- Born: January 7, 1772 Easttown Township, Province of Pennsylvania
- Died: August 10, 1821 (aged 49) Dickson, Tennessee
- Occupation: Ironmaster
- Spouse: Elizabeth Culbertson
- Children: Wayne, Linford, Margaret, Hannah
- Parent(s): Samuel Van Leer Hannah Wayne
- Relatives: Anthony Wayne (uncle) Anthony Wayne Van Leer (brother) Bernardhus Van Leer (grandfather) Isaac Wayne (grandfather)

= Isaac Van Leer =

Ironmaster (b. 1772, d. 1821)

Isaac Van Leer (January 7, 1772 – August 10, 1821) was a Pennsylvania ironmaster and owned the Hibernia Furnace, Springton Forge and historic Hibernia House in West Caln Township, Pennsylvania. He was a member of the influential Van Leer family and was the son of Samuel Van Leer, a captain in the Continental Army during the American Revolutionary War.

==Biography==
Van Leer was born in 1772 in Easttown Township in the Province of Pennsylvania to Samuel and Hannah (Wayne) Van Leer. His father Samuel Van Leer, served as a captain during the American Revolutionary War.

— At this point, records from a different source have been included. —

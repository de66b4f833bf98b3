package geotiff

import (
	"bytes"

	"github.com/klauspost/compress/zlib"
)

// zlibEncoder makes zlib streams (RFC 1950) of whole buffers with
// klauspost/compress's zlib writer at the level. Reuse one encoder for
// many buffers; it is not safe for concurrent use.
type zlibEncoder struct {
	zw  *zlib.Writer
	out bytes.Buffer
}

func newZlibEncoder(level int) (*zlibEncoder, error) {
	zw, err := zlib.NewWriterLevel(nil, level)
	if err != nil {
		return nil, err
	}
	return &zlibEncoder{zw: zw}, nil
}

// encode is the zlib stream of raw, valid until the next call.
func (z *zlibEncoder) encode(raw []byte) ([]byte, error) {
	z.out.Reset()
	z.zw.Reset(&z.out)
	if _, err := z.zw.Write(raw); err != nil {
		return nil, err
	}
	if err := z.zw.Close(); err != nil {
		return nil, err
	}
	return z.out.Bytes(), nil
}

In 1814, Van Leer purchased land and the Hibernia Iron Works in West Caln Township, Pennsylvania. He also owned the Springton Forge in West Nantmeal Township, Pennsylvania. In 1815 he purchased the Hibernia House and lived there. In 1816, he declared bankruptcy and gave the Springton Forge property to his wife's family in order to settle his debts. In 1817, he sold the Hibernia location at a financial loss due to flooding damage.

On April 17, 1800, he married Elizabeth Culbertson and together they had four children - Wayne, Linford, Margaret and Hannah. All children would own or be involved with the iron industry, except Lindford who died as a child from a fall. Unlike most of his family, Isaac was a Presbyterian.

His son, Wayne, moved to Texas in the 1800s and enlisted with the Union Army during the American Civil War at age 15.